Chroniques de l’ordinaire bordelais. Épisode 209

Publié le 20 novembre 2016 par Antropologia

« Mets-le à moi. »

Lancée en fin de matinée l’hiver dernier, cette mystérieuse injonction – « mets-le à moi. » – a pourtant été parfaitement comprise par les quatre ou cinq chasseurs présents dans ce coin de Lande, loin de partout. Première singularité, le ton impératif. En outre, à la polysémie du verbe s’ajoute l’utilisation de deux pronoms personnels, le et moi, dont seuls les témoins peuvent savoir ce qu’ils signifient. Troisième singularité enfin, une curieuse syntaxe.

Le premier pronom, le, évoque un chien qu’un des chasseurs tient par le collier.

Le second, moi, constitue une métonymie identifiant la camionnette à son propriétaire, celui qui parle.

Quant à la syntaxe qui met la préposition « à » devant le pronom (ou le nom), elle n’est pas française, tant le mot que la construction sont gascons.

Une version écrite de la phrase serait, « mets le chien dans ma camionnette », qui ainsi présentée permet de comprendre le ton utilisé ; comme il va ramener un chien de chasse égaré, le chasseur peut exiger des autres qu’ils participent à son effort.

Mais le plus intéressant dans l’affaire, c’est que tous ces divers éléments extérieurs au propos lui-même sont tous « grammaticalisés » dans seulement quatre mots.
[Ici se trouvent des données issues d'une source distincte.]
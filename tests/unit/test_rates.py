"""Capitalisation rates: direct, present worth (docs/references.md R3) and fixed charge rate."""

import math

import numpy as np
import numpy_financial as npf
import pytest
from numpy.testing import assert_allclose

from domain import (
    CapitalisationRates,
    InvalidInput,
    fixed_charge_rate_terms,
    present_worth_factor,
    present_worth_of_growing_series,
    present_worth_table,
    rates_direct,
    rates_fixed_charge_rate,
    rates_present_worth,
)

BASE = dict(
    energy_price_per_kwh=0.09,
    energy_escalation=0.025,
    capacity_cost_per_kw_year=85.0,
    discount_rate=0.075,
    years=30,
    peak_load_pu=0.7,
    load_growth=0.015,
    loss_factor=0.28,
    responsibility_factor=0.85,
    cooling_hours_per_year=1500.0,
)


def _rates_by_plain_loop(p: dict) -> tuple[float, float, float]:
    """Independent year-by-year evaluation of docs/references.md R3 in plain Python."""
    hours = p.get("hours_per_year", 8760.0)
    a = b = c = 0.0
    for t in range(1, p["years"] + 1):
        discount = (1.0 + p["discount_rate"]) ** t
        price = p["energy_price_per_kwh"] * (1.0 + p["energy_escalation"]) ** (t - 1)
        peak = p["peak_load_pu"] * (1.0 + p["load_growth"]) ** (t - 1)
        sc, rf = p["capacity_cost_per_kw_year"], p["responsibility_factor"]
        a += (sc * 1.0 + price * hours) / discount
        b += (sc * rf * peak**2 + price * hours * p["loss_factor"] * peak**2) / discount
        c += (sc * rf + price * p["cooling_hours_per_year"]) / discount
    return a, b, c


@pytest.mark.parametrize(
    "changes",
    [
        {},
        {"energy_escalation": 0.0, "load_growth": 0.0},
        {"discount_rate": 0.0},
        {"years": 1},
        {"hours_per_year": 8784.0},
    ],
)
def test_present_worth_rates_match_plain_loop(changes):
    params = {**BASE, **changes}
    rates = rates_present_worth(**params)
    assert_allclose(
        [rates.no_load_rate_per_kw, rates.load_rate_per_kw, rates.aux_rate_per_kw],
        _rates_by_plain_loop(params),
        rtol=1e-9,
    )


def test_present_worth_no_load_rate_matches_numpy_financial_npv():
    # npf.npv discounts values[t] by (1+i)**t from t = 0; year 0 carries nothing.
    p = BASE
    flows = [0.0] + [
        p["capacity_cost_per_kw_year"]
        + p["energy_price_per_kwh"] * (1 + p["energy_escalation"]) ** (t - 1) * 8760
        for t in range(1, p["years"] + 1)
    ]
    assert_allclose(
        rates_present_worth(**p).no_load_rate_per_kw, npf.npv(p["discount_rate"], flows), rtol=1e-9
    )


def test_level_present_worth_equals_annual_cost_times_pwf():
    # With e = g = 0: A = (SC + price * 8760) * PWF(i, n) (docs/references.md R3).
    params = {**BASE, "energy_escalation": 0.0, "load_growth": 0.0}
    rates = rates_present_worth(**params)
    pwf = present_worth_factor(params["discount_rate"], params["years"])
    annual_a = params["capacity_cost_per_kw_year"] + params["energy_price_per_kwh"] * 8760
    assert_allclose(rates.no_load_rate_per_kw, annual_a * pwf, rtol=1e-12)
    annual_b = (
        params["capacity_cost_per_kw_year"] * params["responsibility_factor"]
        + params["energy_price_per_kwh"] * 8760 * params["loss_factor"]
    ) * params["peak_load_pu"] ** 2
    assert_allclose(rates.load_rate_per_kw, annual_b * pwf, rtol=1e-12)


def test_load_rate_with_growth_equals_two_growing_series():
    # peak_t**2 grows by (1+g)**2 a year and the energy part also by (1+e): closed
    # check through present_worth_of_growing_series (standard finance identity).
    p = BASE
    i, n, e, g = p["discount_rate"], p["years"], p["energy_escalation"], p["load_growth"]
    capacity = p["capacity_cost_per_kw_year"] * p["responsibility_factor"] * p["peak_load_pu"] ** 2
    energy = p["energy_price_per_kwh"] * 8760 * p["loss_factor"] * p["peak_load_pu"] ** 2
    expected = capacity * present_worth_of_growing_series(i, n, (1 + g) ** 2 - 1) + energy * (
        present_worth_of_growing_series(i, n, (1 + e) * (1 + g) ** 2 - 1)
    )
    assert_allclose(rates_present_worth(**p).load_rate_per_kw, expected, rtol=1e-12)


def test_table_columns_sum_to_rates():
    table = present_worth_table(**BASE)
    rates = rates_present_worth(**BASE)
    components = {f"{loss}_{part}" for loss in ("no_load", "load", "aux") for part in ("capacity", "energy", "carbon")}
    assert set(table) == {
        "year",
        "discount_factor",
        "energy_price_per_kwh",
        "carbon_cost_per_kwh",
        "peak_load_pu",
        "no_load_term",
        "load_term",
        "aux_term",
    } | components
    assert all(len(column) == BASE["years"] for column in table.values())
    assert table["year"].tolist() == list(range(1, 31))
    assert_allclose(table["discount_factor"][0], 1 / 1.075)
    assert_allclose(table["energy_price_per_kwh"][1], 0.09 * 1.025)
    assert_allclose(table["peak_load_pu"][0], 0.7)
    assert_allclose(table["no_load_term"].sum(), rates.no_load_rate_per_kw, rtol=1e-15)
    assert_allclose(table["load_term"].sum(), rates.load_rate_per_kw, rtol=1e-15)
    assert_allclose(table["aux_term"].sum(), rates.aux_rate_per_kw, rtol=1e-15)


def test_fixed_charge_rate_hand_computed():
    # Hand computed: SC 100, EC 0.05, FCR 0.12, RF 0.9, PL 0.8, LsF 0.3, 2000 h cooling.
    # A = (100 + 438) / 0.12 = 4483.333...; B = (90 + 131.4) * 0.64 / 0.12 = 1180.8;
    # C = (90 + 100) / 0.12 = 1583.333...
    rates = rates_fixed_charge_rate(
        system_capacity_cost_per_kw_year=100.0,
        energy_cost_per_kwh=0.05,
        fixed_charge_rate=0.12,
        responsibility_factor=0.9,
        peak_load_pu=0.8,
        loss_factor=0.3,
        cooling_hours_per_year=2000.0,
    )
    assert_allclose(rates.no_load_rate_per_kw, 538 / 0.12, rtol=1e-12)
    assert_allclose(rates.load_rate_per_kw, 1180.8, rtol=1e-12)
    assert_allclose(rates.aux_rate_per_kw, 190 / 0.12, rtol=1e-12)


def test_fixed_charge_rate_terms_sum_to_the_rates_with_carbon_as_energy():
    # Hand computed on the inputs above with carbon 0.02 /kWh: the carbon terms are the energy
    # terms at 0.02 instead of 0.05, and each rate is the sum of its three terms, so moving
    # carbon into the energy cost gives the same rates (common practice, no source).
    base = dict(system_capacity_cost_per_kw_year=100.0, fixed_charge_rate=0.12, responsibility_factor=0.9,
                peak_load_pu=0.8, loss_factor=0.3, cooling_hours_per_year=2000.0)
    terms = fixed_charge_rate_terms(**base, energy_cost_per_kwh=0.05, carbon_cost_per_kwh=0.02)
    assert_allclose(terms[("A", "capacity")], 100 / 0.12, rtol=1e-15)
    assert_allclose(terms[("A", "carbon")], 0.02 * 8760 / 0.12, rtol=1e-15)
    assert_allclose(terms[("B", "energy")], 0.05 * 8760 * 0.3 * 0.64 / 0.12, rtol=1e-15)
    assert_allclose(terms[("C", "carbon")], 0.02 * 2000 / 0.12, rtol=1e-15)
    split = rates_fixed_charge_rate(**base, energy_cost_per_kwh=0.05, carbon_cost_per_kwh=0.02)
    folded = rates_fixed_charge_rate(**base, energy_cost_per_kwh=0.07)
    for rate, field in (("A", "no_load_rate_per_kw"), ("B", "load_rate_per_kw"), ("C", "aux_rate_per_kw")):
        total = sum(value for (r, _), value in terms.items() if r == rate)
        assert_allclose(getattr(split, field), total, rtol=1e-15)
        assert_allclose(getattr(split, field), getattr(folded, field), rtol=1e-14)


def test_fixed_charge_rate_default_has_no_cooling_energy():
    rates = rates_fixed_charge_rate(
        system_capacity_cost_per_kw_year=100.0,
        energy_cost_per_kwh=0.05,
        fixed_charge_rate=0.1,
        responsibility_factor=0.5,
        peak_load_pu=1.0,
        loss_factor=0.3,
    )
    assert_allclose(rates.aux_rate_per_kw, 500.0)  # SC * RF / FCR, hand computed


def test_direct_rates_are_stored_as_given():
    # US rural-utility example rates quoted in docs/references.md R3.
    rates = rates_direct(2450, 1304, 756)
    assert rates == CapitalisationRates(2450.0, 1304.0, 756.0)
    assert isinstance(rates.no_load_rate_per_kw, float)
    assert rates_direct(1.0, 2.0).aux_rate_per_kw == 0.0


@pytest.mark.parametrize(
    ("args", "field"),
    [
        ((-1.0, 1.0), "no_load_rate_per_kw"),
        ((1.0, math.nan), "load_rate_per_kw"),
        ((1.0, 1.0, math.inf), "aux_rate_per_kw"),
    ],
)
def test_direct_rates_validated(args, field):
    with pytest.raises(InvalidInput) as caught:
        rates_direct(*args)
    assert caught.value.field == field


@pytest.mark.parametrize(
    ("field", "value"),
    [
        ("energy_price_per_kwh", -0.01),
        ("energy_price_per_kwh", math.nan),
        ("capacity_cost_per_kw_year", -1.0),
        ("capacity_cost_per_kw_year", math.inf),
        ("discount_rate", -1.0),
        ("discount_rate", 5.0),
        ("energy_escalation", -1.0),
        ("load_growth", -1.5),
        ("years", 0),
        ("years", 30.5),
        ("years", 101),
        ("peak_load_pu", -0.1),
        ("peak_load_pu", 11.0),
        ("loss_factor", 1.1),
        ("loss_factor", -0.1),
        ("responsibility_factor", 1.5),
        ("cooling_hours_per_year", -1.0),
        ("cooling_hours_per_year", 9000.0),
        ("hours_per_year", 0.0),
        ("hours_per_year", 10000.0),
    ],
)
def test_present_worth_validation_names_the_field(field, value):
    for function in (rates_present_worth, present_worth_table):
        with pytest.raises(InvalidInput) as caught:
            function(**{**BASE, field: value})
        assert caught.value.field == field


FCR_BASE = dict(
    system_capacity_cost_per_kw_year=100.0,
    energy_cost_per_kwh=0.05,
    fixed_charge_rate=0.12,
    responsibility_factor=0.9,
    peak_load_pu=0.8,
    loss_factor=0.3,
    cooling_hours_per_year=2000.0,
)


@pytest.mark.parametrize(
    ("field", "value"),
    [
        ("system_capacity_cost_per_kw_year", -5.0),
        ("energy_cost_per_kwh", math.nan),
        ("fixed_charge_rate", 0.0),
        ("fixed_charge_rate", -0.1),
        ("fixed_charge_rate", 2.0),
        ("responsibility_factor", -0.2),
        ("peak_load_pu", 20.0),
        ("loss_factor", 1.01),
        ("cooling_hours_per_year", 9000.0),
        ("hours_per_year", -1.0),
    ],
)
def test_fixed_charge_rate_validation_names_the_field(field, value):
    with pytest.raises(InvalidInput) as caught:
        rates_fixed_charge_rate(**{**FCR_BASE, field: value})
    assert caught.value.field == field


def test_negative_discount_rate_above_minus_one_is_accepted():
    rates = rates_present_worth(**{**BASE, "discount_rate": -0.01})
    assert np.isfinite(rates.no_load_rate_per_kw)


def test_components_add_up_to_each_term():
    table = present_worth_table(**BASE, carbon_cost_per_kwh=0.02)
    for loss in ("no_load", "load", "aux"):
        parts = table[f"{loss}_capacity"] + table[f"{loss}_energy"] + table[f"{loss}_carbon"]
        assert_allclose(parts, table[f"{loss}_term"], rtol=1e-15)


def test_carbon_cost_acts_as_an_energy_price_adder():
    # Hand check (unit arithmetic): 80 EUR/t x 0.25 t/MWh = 20 EUR/MWh = 0.02 EUR/kWh. Adding it as
    # carbon must give the same A, B, C as a flat price path raised by the same 0.02 each year.
    from domain.rates import carbon_cost_per_kwh

    adder = carbon_cost_per_kwh(80.0, 0.25)
    assert_allclose(adder, 0.02)
    flat = {**BASE, "energy_escalation": 0.0}
    with_carbon = rates_present_worth(**flat, carbon_cost_per_kwh=adder)
    raised = rates_present_worth(**{**flat, "energy_price_per_kwh": flat["energy_price_per_kwh"] + adder})
    assert_allclose(with_carbon.no_load_rate_per_kw, raised.no_load_rate_per_kw, rtol=1e-12)
    assert_allclose(with_carbon.load_rate_per_kw, raised.load_rate_per_kw, rtol=1e-12)
    assert_allclose(with_carbon.aux_rate_per_kw, raised.aux_rate_per_kw, rtol=1e-12)


def test_explicit_price_path_against_a_plain_loop():
    # Independent plain-Python present-worth loop (docs/references.md R3 conventions).
    path = [0.08, 0.09, 0.11, 0.10, 0.12]
    args = {**BASE, "years": 5}
    rates = rates_present_worth(**args, energy_price_path_per_kwh=path)
    i, g, sc = args["discount_rate"], args["load_growth"], args["capacity_cost_per_kw_year"]
    a = b = 0.0
    for t in range(1, 6):
        peak = args["peak_load_pu"] * (1 + g) ** (t - 1)
        a += (sc + path[t - 1] * 8760) / (1 + i) ** t
        b += (sc * args["responsibility_factor"] + path[t - 1] * 8760 * args["loss_factor"]) * peak**2 / (1 + i) ** t
    assert_allclose(rates.no_load_rate_per_kw, a, rtol=1e-12)
    assert_allclose(rates.load_rate_per_kw, b, rtol=1e-12)


def test_price_path_must_cover_every_year():
    with pytest.raises(InvalidInput) as caught:
        present_worth_table(**{**BASE, "years": 3}, energy_price_path_per_kwh=[0.1, 0.1])
    assert caught.value.field == "energy_price_path_per_kwh"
La phrase porte toutes les traces de la situation dans laquelle elle est née. Avec elles, nous pouvons scripturalement prouver la réalité des objets invoqués pourtant nécessairement étrangers aux mots. Dès lors, nous pourrons enfin renoncer à l’autorité extérieure de l’observateur pour pouvoir expliciter le point de vue du locuteur par la seule présentation des justifications et de la démonstration, des preuves.

Je viens de présenter la démarche et l’intérêt de l’ethnopragmatique à laquelle je viens de consacrer un livre, Qu’est-ce que l’ethnopragmatique ?, aux Presses Universitaires de Bordeaux qui sera en librairie le 18 novembre prochain.